EXERCISE DESCRIPTION: When you reach the line containing "a complete checkpoint" in the entries below, begin reproducing lines exactly, and stop once the line containing "case $out in" is done.
=== Section Start ===
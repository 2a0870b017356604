"""arrayplan: plan, filter, measure and verify the channels of loudspeaker and microphone arrays.

Planning
    :func:`load_rig`, :class:`Rig` — rig files and rigs.
    :class:`FrequencyAxis` — the frequency axis (Hz).
    :class:`FreeFieldKernel` — exp(-jkr)/(4 pi r) coupling with directivity and air absorption.
    :class:`CouplingStack` — G of shape (n_freq, n_mic, n_spk).
    :func:`decompose`, :class:`ChannelSet` — SVD channels, counts, tracking.
    :func:`plan_rig`, :class:`Plan`, :func:`write_plan`, :func:`read_weights` — the pipeline and its files.
    :func:`paraxial_estimate` — Ls Lr / (lambda L) and As Ar / (lambda L)^2.
    :func:`channel_field` — pressure over a plane for one channel.
Simulation and files
    :func:`free_field_irset`, :class:`IRSet`, :func:`read_irset`, :func:`write_irset`.
Signals, safety, hardware
    :mod:`arrayplan.signals`, :mod:`arrayplan.safety`, :mod:`arrayplan.hardware`.

Conventions: SI units (m, Hz, s, Pa); exp(-jkr) for a delay (numpy.fft.rfft
of an impulse response); singular values descending; 0-based indices in
the API, 1-based at the command line and hardware edge.
"""

from ._version import __version__
from .channels import ChannelSet, decompose
from .coupling import CouplingStack
from .errors import ArrayplanError, InputError
from .field import channel_field
from .frequency import FrequencyAxis
from .heuristics import paraxial_estimate
from .irset import IRSet, read_irset, write_irset
from .kernels import FreeFieldKernel
from .plan_files import read_weights, write_plan
from .planning import Plan, plan_rig
from .rig import Rig, load_rig
from .simulate import free_field_irset

__all__ = ["__version__", "ArrayplanError", "InputError", "ChannelSet", "decompose", "CouplingStack",
           "channel_field", "FrequencyAxis", "paraxial_estimate", "IRSet", "read_irset", "write_irset",
           "FreeFieldKernel", "read_weights", "write_plan", "Plan", "plan_rig", "Rig", "load_rig",
           "free_field_irset"]
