/* Predicted partition: halo per part from a streaming pass over targets (rank 0). */
static sl_status partition_report(sl_ctx *ctx, const char *path, const sl_meta *m, int N, int json, FILE *out)
{
    sl_status st = SL_OK;
    int64_t *cum = NULL, *bounds = NULL, *fp = NULL, *ft = NULL, *tg = NULL;
    uint32_t *t32 = NULL;
    uint8_t *mark = NULL;
    int64_t *halo = NULL, *nbr = NULL, *ptrans = NULL, *runs = NULL;
    sl_stage_map sm;
    hid_t f = H5I_INVALID_HID;
    memset(&sm, 0, sizeof(sm));
    int64_t ns = m->n_states;
    /* rank 0 reads; the others wait at the final agreement */
    SL_TRY(sl_store_model_cumulative(ctx, path, 0, ctx->rank == 0 ? ns : 0, &cum));
    if (ctx->rank == 0) {
        if (SL_ALLOC(ctx, bounds, N + 1, "partition") == NULL || SL_ZALLOC(ctx, mark, (ns + 7) / 8, "halo bitmap") == NULL ||
            SL_ZALLOC(ctx, halo, N, "halo") == NULL || SL_ZALLOC(ctx, nbr, N, "halo") == NULL ||
            SL_ZALLOC(ctx, ptrans, N, "partition") == NULL)
            st = SL_ENOMEM;
    }
    SL_TRY(sl_agree(ctx, st));
    SL_TRY(sl_h5_open(ctx, path, 0, &f));
    if (ctx->rank == 0) {
        /* the layout sl_problem_load uses: stage-interleaved with a stage
         * factor (every part holds a share of every stage), else contiguous */
        st = sl_stage_map_local(ctx, m, cum, N, &sm);
        if (st == SL_OK && sm.active)
            for (int k = 0; k <= N; k++) bounds[k] = sm.n_stages * sm.ub[k];
        else
            sl_partition_split(cum, ns, N, bounds);
        int use32 = sl_h5_is_u32(f, "/transition/target");
        const int64_t CH = 1 << 20;
        if (SL_ALLOC(ctx, tg, CH, "targets") == NULL || SL_ALLOC(ctx, t32, CH, "targets") == NULL) st = SL_ENOMEM;
        int *touched = NULL;
        if (st == SL_OK && SL_ZALLOC(ctx, touched, N, "neighbours") == NULL) st = SL_ENOMEM;
        int64_t *distinct = NULL;
        for (int k = 0; k < N && st == SL_OK; k++) {
            int64_t s0 = bounds[k], s1 = bounds[k + 1], nd = 0, cap = 0, nr = 1;
            free(runs);
            runs = NULL;
            if (sm.active) {
                st = sl_stage_runs(ctx, &sm, k, &runs, &nr);
            } else if (SL_ALLOC(ctx, runs, 2, "partition") == NULL) {
                st = SL_ENOMEM;
            } else {
                runs[0] = s0;
                runs[1] = s1;
            }
            for (int64_t ri = 0; st == SL_OK && ri < nr; ri++) {
            int64_t t0 = cum[runs[2 * ri]], t1 = cum[runs[2 * ri + 1]];
            ptrans[k] += t1 - t0;
            for (int64_t a = t0; a < t1 && st == SL_OK; a += CH) {
                int64_t c = a + CH < t1 ? CH : t1 - a;
                if (use32) {
                    st = sl_h5_read_1d(ctx, f, "/transition/target", H5T_NATIVE_UINT32, m->n_trans, a, c, t32, path);
                    for (int64_t i = 0; i < c; i++) tg[i] = t32[i];
                } else {
                    st = sl_h5_read_1d(ctx, f, "/transition/target", H5T_NATIVE_INT64, m->n_trans, a, c, tg, path);
                }
                for (int64_t i = 0; st == SL_OK && i < c; i++) {
                    int64_t g = tg[i];
                    if (g < 0 || g >= ns) {
                        st = SL_ERR(ctx, SL_EDATA, "%s: transition %lld: target %lld out of range", path,
                                    (long long)(a + i), (long long)g);
                        break;
                    }
                    g = sl_stage_internal(&sm, g);
                    if (g >= s0 && g < s1) continue;
                    if (mark[g >> 3] & (1u << (g & 7))) continue;
                    mark[g >> 3] |= (uint8_t)(1u << (g & 7));
                    if (nd == cap) {
                        cap = cap ? 2 * cap : 1024;
                        int64_t *q = realloc(distinct, (size_t)cap * sizeof(int64_t));
                        if (q == NULL) {
                            st = SL_ERR(ctx, SL_ENOMEM, "out of memory in the partition report");
                            break;
                        }
                        distinct = q;
                    }
                    distinct[nd++] = g;
                }
            }
            }
            halo[k] = nd;
            int nn = 0;
            for (int64_t i = 0; i < nd; i++) {
                int o = sl_dist_owner(bounds, N, distinct[i]);
                if (!touched[o]) {
                    touched[o] = 1;
                    nn++;
                }
                mark[distinct[i] >> 3] = 0;
            }
            for (int64_t i = 0; i < nd; i++) touched[sl_dist_owner(bounds, N, distinct[i])] = 0;
            nbr[k] = nn;
        }
        free(distinct);
        free(touched);
        if (st == SL_OK) {
            int64_t hmax = 0, htot = 0, tmax = 0;
            for (int k = 0; k < N; k++) {
                htot += halo[k];
                if (halo[k] > hmax) hmax = halo[k];
                int64_t t = ptrans[k];
                if (t > tmax) tmax = t;
            }
            if (json) {
                sl_json j;
                sl_json_begin(&j, out);
                sl_json_int(&j, "ranks", N);
                sl_json_int(&j, "halo_total", htot);
                sl_json_int(&j, "halo_max", hmax);
                sl_json_num(&j, "bytes_exchanged_per_sweep", 8.0 * (double)htot);
                sl_json_str(&j, "layout", sm.active ? "stage-interleaved" : "contiguous");
                if (sm.active) sl_json_int(&j, "stages", sm.n_stages);
                sl_json_num(&j, "transition_imbalance", (double)tmax * N / (double)(m->n_trans > 0 ? m->n_trans : 1));
                sl_json_arr_open(&j, "parts");
                for (int k = 0; k < N; k++) {
                    sl_json_obj_open(&j, NULL);
                    sl_json_int(&j, "rank", k);
                    sl_json_int(&j, "first_state", bounds[k]);
                    sl_json_int(&j, "states", bounds[k + 1] - bounds[k]);
                    sl_json_int(&j, "transitions", ptrans[k]);
                    sl_json_int(&j, "halo", halo[k]);
                    sl_json_int(&j, "neighbours", nbr[k]);
                    sl_json_num(&j, "bytes_in_per_sweep", 8.0 * (double)halo[k]);
                    double mem = 16.0 * (double)ptrans[k] +
                                 40.0 * (double)(bounds[k + 1] - bounds[k]) + 16.0 * (double)halo[k];
                    sl_json_num(&j, "memory_bytes_estimate", mem);
                    sl_json_close_obj(&j);
                }
                sl_json_close_arr(&j);
                sl_json_end(&j);
            } else {
                fprintf(out, "partition of %s over %d ranks (balanced by transitions)\n", path, N);
                if (sm.active)
                    fprintf(out, "layout: stage-interleaved - every rank holds a share of each of the %lld stages, "
                                 "numbered stage by stage\n(first_state is the internal number); gs sweeps one stage "
                                 "at a time on all ranks, so its sweep count does not grow with the ranks; it exchanges the\nhalo at the start of a sweep and each stage's part after that stage (up to twice the bytes below)\n",
                            (long long)sm.n_stages);
                fprintf(out, "%8s %14s %12s %14s %12s %6s %14s %12s\n", "rank", "first_state", "states", "transitions",
                        "halo", "nbrs", "bytes_in/sweep", "mem_est_MB");
                int shown = 0;
                for (int k = 0; k < N; k++) {
                    if (N > 40 && k >= 16 && k < N - 8) {
                        if (!shown) fprintf(out, "%8s\n", "...");
                        shown = 1;
                        continue;
                    }
                    int64_t t = ptrans[k];
                    double mem = 16.0 * (double)t + 40.0 * (double)(bounds[k + 1] - bounds[k]) + 16.0 * (double)halo[k];
                    fprintf(out, "%8d %14lld %12lld %14lld %12lld %6lld %14.0f %12.1f\n", k, (long long)bounds[k],
                            (long long)(bounds[k + 1] - bounds[k]), (long long)t, (long long)halo[k], (long long)nbr[k],
                            8.0 * (double)halo[k], mem / 1e6);
                }
                fprintf(out, "total halo entries %lld (%.3g MB exchanged per sweep), largest %lld; transition imbalance %.3f\n",
                        (long long)htot, 8e-6 * (double)htot, (long long)hmax,
                        (double)tmax * N / (double)(m->n_trans > 0 ? m->n_trans : 1));
                fprintf(out, "memory estimate: 16 B per transition + 40 B per state + 16 B per halo entry, plus pairs;\n"
                             "policy iteration with a direct solve needs more on rank 0 (see sluice solve --method pi)\n");
            }
        }
    }
    st = sl_agree(ctx, st);
cleanup:
    if (f >= 0) H5Fclose(f);
    free(cum);
    free(bounds);
    free(fp);
    free(ft);
    free(tg);
    free(t32);
    free(mark);
    free(halo);
    free(ptrans);
    free(runs);
    sl_stage_map_free(&sm);
    free(nbr);
    return st;
}
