ck_skip() {
    echo "not ok - missing prerequisite: $*"
    echo "0 passed, 1 failed"
    exit 1
}

ck_init() {
    if [ $# -lt 3 ]; then
        echo "usage: bash $0 SLUICE_BINARY WORKDIR SOURCE_DIR" >&2
        exit 64
    fi
    SLUICE=$1
    W=$2
    SRC=$3
    case $SLUICE in /*) ;; *) SLUICE=$PWD/$SLUICE ;; esac
    case $SRC in /*) ;; *) SRC=$PWD/$SRC ;; esac
    case $W in /*) ;; *) W=$PWD/$W ;; esac
    if [ ! -x "$SLUICE" ]; then
        echo "not ok - sluice binary $SLUICE is not executable"
        echo "0 passed, 1 failed"
        exit 1
    fi
    [ -n "${EPOCHREALTIME:-}" ] || ck_skip "bash 5 or newer is needed (EPOCHREALTIME)"
    local cand
    PY=""
    for cand in "${SLUICE_PYTHON:-}" python3 /usr/bin/python3; do
        [ -n "$cand" ] || continue
        if "$cand" -c 'import h5py, numpy' 2>/dev/null; then PY=$cand; break; fi
    done
    [ -n "$PY" ] || ck_skip "no python3 that imports h5py and numpy (set SLUICE_PYTHON)"
    rm -rf "$W" && mkdir -p "$W" || exit 1
    cd "$W" || exit 1
    export SLUICE_CACHE=${SLUICE_CACHE:-$W/cache}
    # a walltime or fault hook inherited from the caller would change every run
    unset SLUICE_WALLTIME SLURM_JOB_END_TIME SLUICE_FAULT_CKPT
    if [ "$(id -u)" = 0 ]; then
        export OMPI_ALLOW_RUN_AS_ROOT=1 OMPI_ALLOW_RUN_AS_ROOT_CONFIRM=1
    fi
    CK_SEED=${SLUICE_TEST_SEED:-20240611}
    RANDOM=$CK_SEED
    CK_TOOL=$W/ckpt_tool.py
    _ck_write_tool >"$CK_TOOL"
}

ck_ok() {
    CK_PASS=$((CK_PASS + 1))
    echo "ok - $1"
}

ck_not_ok() {
    CK_FAIL=$((CK_FAIL + 1))
    echo "not ok - $1${2:+: $2}"
}

# ck_check WHAT COMMAND...: ok if COMMAND exits 0; its output is shown on failure
ck_check() {
    local what=$1 out
    shift
    if out=$("$@" 2>&1); then
        ck_ok "$what"
    else
        ck_not_ok "$what" "$(printf '%s' "$out" | tail -n 5 | tr '\n' ' ')"
    fi
}

# ck_rc WHAT EXPECTED ACTUAL [LOG]: exit status check; prints the log tail on failure
ck_rc() {
    if [ "$3" = "$2" ]; then
        ck_ok "$1 (exit $3)"
    else
        ck_not_ok "$1" "exit $3, expected $2"
        [ -n "${4:-}" ] && [ -f "$4" ] && tail -n 8 "$4" | sed 's/^/#   /'
    fi
    return 0
}

ck_finish() {
    echo "$CK_PASS passed, $CK_FAIL failed"
    [ "$CK_FAIL" -eq 0 ]
    exit $?
}

# ck_tool SUBCOMMAND ARGS...: the Python checker written by ck_init
ck_tool() {
    "$PY" "$CK_TOOL" "$@"
}

# ck_now: seconds since the epoch with microseconds
ck_now() {
    echo "$EPOCHREALTIME"
}

# ck_us: microseconds since the epoch as an integer (no process started)
ck_us() {
    local t=${EPOCHREALTIME//[.,]/}
    echo $((10#$t))
}

# ck_since T0: seconds elapsed since T0 (from ck_now), two decimals
ck_since() {
    awk -v a="$1" -v b="$EPOCHREALTIME" 'BEGIN { printf "%.2f", b - a }'
}

# ck_lt A B: true if the number A < B
ck_lt() {
    awk -v a="$1" -v b="$2" 'BEGIN { exit !(a < b) }'
}

# ck_wait PID SECONDS: wait for PID (a child of this shell) at most SECONDS;
# returns its exit status, or 124 after killing it with SIGKILL at the limit.
ck_wait() {
    local pid=$1 limit=$2 t0=$EPOCHREALTIME
    while kill -0 "$pid" 2>/dev/null; do
        if ! ck_lt "$(ck_since "$t0")" "$limit"; then
            kill -9 "$pid" 2>/dev/null
            wait "$pid" 2>/dev/null
            return 124
        fi
        sleep 0.02
    done
    wait "$pid"
}

# ck_wait_grep PATTERN FILE SECONDS [PID]: wait until FILE has a line matching
# the extended regex PATTERN (1 on timeout, or if PID ends first without it)
ck_wait_grep() {
    local t0=$EPOCHREALTIME
    while ! grep -Eq -- "$1" "$2" 2>/dev/null; do
        ck_lt "$(ck_since "$t0")" "$3" || return 1
        if [ -n "${4:-}" ] && ! kill -0 "$4" 2>/dev/null; then
            grep -Eq -- "$1" "$2" 2>/dev/null
            return $?
        fi
        sleep 0.01
    done
    return 0
}

# ck_wait_file PATH SECONDS: wait until PATH exists
ck_wait_file() {
    local t0=$EPOCHREALTIME
    while [ ! -e "$1" ]; do
        ck_lt "$(ck_since "$t0")" "$2" || return 1
        sleep 0.01
    done
    return 0
}

# ck_rand_ms LO HI: uniform random integer in [LO, HI] (bash RANDOM, seeded by ck_init)
ck_rand_ms() {
    local span=$(($2 - $1 + 1))
    echo $(($1 + (RANDOM * 32768 + RANDOM) % span))
}

# ck_ms_to_s MS: "1.234"
ck_ms_to_s() {
    printf '%d.%03d' $(($1 / 1000)) $(($1 % 1000))
}

# ck_newest_ckpt DIR: path of the newest ckpt-NNNNNN.h5 in DIR (empty if none)
ck_newest_ckpt() {
    local f newest=""
    for f in "$1"/ckpt-*.h5; do
        [ -e "$f" ] && newest=$f
    done
    echo "$newest"
}

# ck_info_complete FILE: `sluice info FILE` exits 0 and reports a complete checkpoint
ck_info_complete() {
    local out
    out=$("$SLUICE" info "$1" 2>&1) || { echo "sluice info $1 failed: $out"; return 1; }
    case $out in
        *"sluice checkpoint"*INCOMPLETE*) echo "sluice info: $1 is incomplete"; return 1 ;;
        *"sluice checkpoint"*) return 0 ;;
    esac
    echo "sluice info $1: not reported as a checkpoint: $out"
    return 1
}

# ck_mpi_startup_note LOG: say so when LOG shows that Open MPI itself failed
# to start (not a sluice result; seen when concurrent one-rank runs share a
# singleton session directory)
ck_mpi_startup_note() {
    if grep -qE "orte_init failed|ompi_rte_init failed|session_dir" "$1" 2>/dev/null; then
        echo "# note: $1: Open MPI start-up failed before sluice ran (session directory:" \
            "$(grep -m1 -A1 "Directory:" "$1" | tr -s ' \n' ' '))"
    fi
}

# ck_build_reservoir OUT [--param N=V]...: the example reservoir model
ck_build_reservoir() {
    local out=$1
    shift
    "$SLUICE" build "$SRC/examples/reservoir.c" "$@" -o "$out" -q
}

# The solver's own account of a stop or checkpoint request (src/solve/methods.c
# logs it on its own clock, seconds from the start of the solve):
#   solve: signal 15 (TERM) arrived at 1.955 s; acted on at the sweep boundary at
#          1.956 s (iteration 1185; previous boundary 1.954 s)
#   solve: --walltime 3.000 s: stop due at 2.400 s (margin 0.600 s); acted on at
#          the sweep boundary at 2.402 s (iteration 969; previous boundary 2.397 s)
# What it promises, whatever the load: the request is acted on at the FIRST
# sweep boundary after it (previous boundary < arrival or due time <= acted),
# and nothing is computed after that (the checkpoint holds that iteration).

# ck_acted_signal LOG SIG N: checks the Nth "signal ... (SIG) arrived" line of
# LOG; sets CK_ACTED_MSG (the figures, or why not) and CK_ACTED_ITER; status 1
# if absent or not acted on at the first boundary. Call it directly, not in $().
ck_acted_signal() {
    local line
    line=$(grep -E "^solve: signal [0-9]+ \($2\) arrived at " "$1" | sed -n "${3}p")
    [ -n "$line" ] || { CK_ACTED_MSG="no 'signal ... ($2) arrived' line number $3 in $1"; CK_ACTED_ITER=""; return 1; }
    CK_ACTED_ITER=$(echo "$line" | sed -E 's/.*\(iteration ([0-9]+);.*/\1/')
    CK_ACTED_MSG=$(echo "$line" | awk '{
        if (!match($0, /arrived at -?[0-9.]+ s/)) { print "unparsed: " $0; exit 1 }
        at = substr($0, RSTART + 11, RLENGTH - 13) + 0
        match($0, /sweep boundary at -?[0-9.]+ s/); acted = substr($0, RSTART + 18, RLENGTH - 20) + 0
        first = ($0 ~ /previous boundary none/)
        if (!first) { match($0, /previous boundary -?[0-9.]+ s/); prev = substr($0, RSTART + 18, RLENGTH - 20) + 0 }
        ok = (at <= acted) && (first || prev <= at)
        printf "arrived %.3f s, acted on %.3f s, previous boundary %s (solver clock)%s\n", at, acted,
               first ? "none" : sprintf("%.3f s", prev), ok ? "" : ": NOT the first boundary after the signal"
        exit !ok }')
}

# ck_acted_walltime LOG W: the walltime line; due time must be W - margin with
# margin = min(max(10, 0.05 W), 0.2 W) for W < 60 (the documented rule), and it
# must be acted on at the first boundary at or after it. Sets CK_ACTED_MSG and
# CK_ACTED_ITER as ck_acted_signal does.
ck_acted_walltime() {
    local line
    line=$(grep -E "^solve: --walltime [0-9.]+ s: stop due at " "$1" | head -n 1)
    [ -n "$line" ] || { CK_ACTED_MSG="no '--walltime ... stop due at' line in $1"; CK_ACTED_ITER=""; return 1; }
    CK_ACTED_ITER=$(echo "$line" | sed -E 's/.*\(iteration ([0-9]+);.*/\1/')
    CK_ACTED_MSG=$(echo "$line" | awk -v w="$2" '{
        match($0, /stop due at [0-9.]+ s/); due = substr($0, RSTART + 12, RLENGTH - 14) + 0
        match($0, /sweep boundary at [0-9.]+ s/); acted = substr($0, RSTART + 18, RLENGTH - 20) + 0
        first = ($0 ~ /previous boundary none/)
        if (!first) { match($0, /previous boundary [0-9.]+ s/); prev = substr($0, RSTART + 18, RLENGTH - 20) + 0 }
        m = 0.05 * w; if (m < 10) m = 10; if (w < 60 && m > 0.2 * w) m = 0.2 * w
        want = w - m
        okdue = (due - want < 0.0005 && want - due < 0.0005)
        # the solver holds the stop for one iteration after a (re)start whose
        # start-up outlasted the due time (every run makes progress); then
        # the boundary it acts on is the first one after that iteration
        held = ($0 ~ /held for this run.s first iteration/)
        ok = okdue && due <= acted && (first || prev <= due || held)
        printf "due %.3f s (expected %.3f), acted on %.3f s, previous boundary %s (solver clock)%s\n", due, want, acted,
               first ? "none" : sprintf("%.3f s", prev), ok ? "" : ": NOT the first boundary after the due time"
        exit !ok }')
}

# ck_mpi_init: MPIEXEC and MPIFLAGS for ck_mpirun, or skip
ck_mpi_init() {
    MPIEXEC=${SLUICE_MPIEXEC:-}
    [ -n "$MPIEXEC" ] || MPIEXEC=$(command -v mpirun || command -v mpiexec || true)
    if [ -z "$MPIEXEC" ] || [ ! -x "$MPIEXEC" ]; then
        ck_skip "no mpirun (set SLUICE_MPIEXEC)"
    fi
    MPIFLAGS=()
    if "$MPIEXEC" --version 2>&1 | grep -q "Open MPI"; then
        MPIFLAGS=(--oversubscribe)
    fi
    # CK_HANG: seconds after which a run under mpirun is taken to hang
    # (`timeout "$CK_HANG" mpirun ...`). A guard against a deadlock, not a
    # speed check: with both cores busy (stress-ng, the rest of the suite and
    # other work, load average 8-9) a 3-rank build of 7,200 states in blocks
    # of 777 transitions ran past the 300 s this guard used to be.
    CK_HANG=${SLUICE_TEST_HANG_GUARD:-1200}
}

# ck_mpirun N ARGS...: sluice ARGS on N ranks
ck_mpirun() {
    local n=$1
    shift
    "$MPIEXEC" -np "$n" "${MPIFLAGS[@]}" "$SLUICE" "$@"
}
=== Section End ===
EXERCISE RESULT:
# ck_info_complete FILE: `sluice info FILE` exits 0 and reports a complete checkpoint
ck_info_complete() {
    local out
    out=$("$SLUICE" info "$1" 2>&1) || { echo "sluice info $1 failed: $out"; return 1; }
    case $out in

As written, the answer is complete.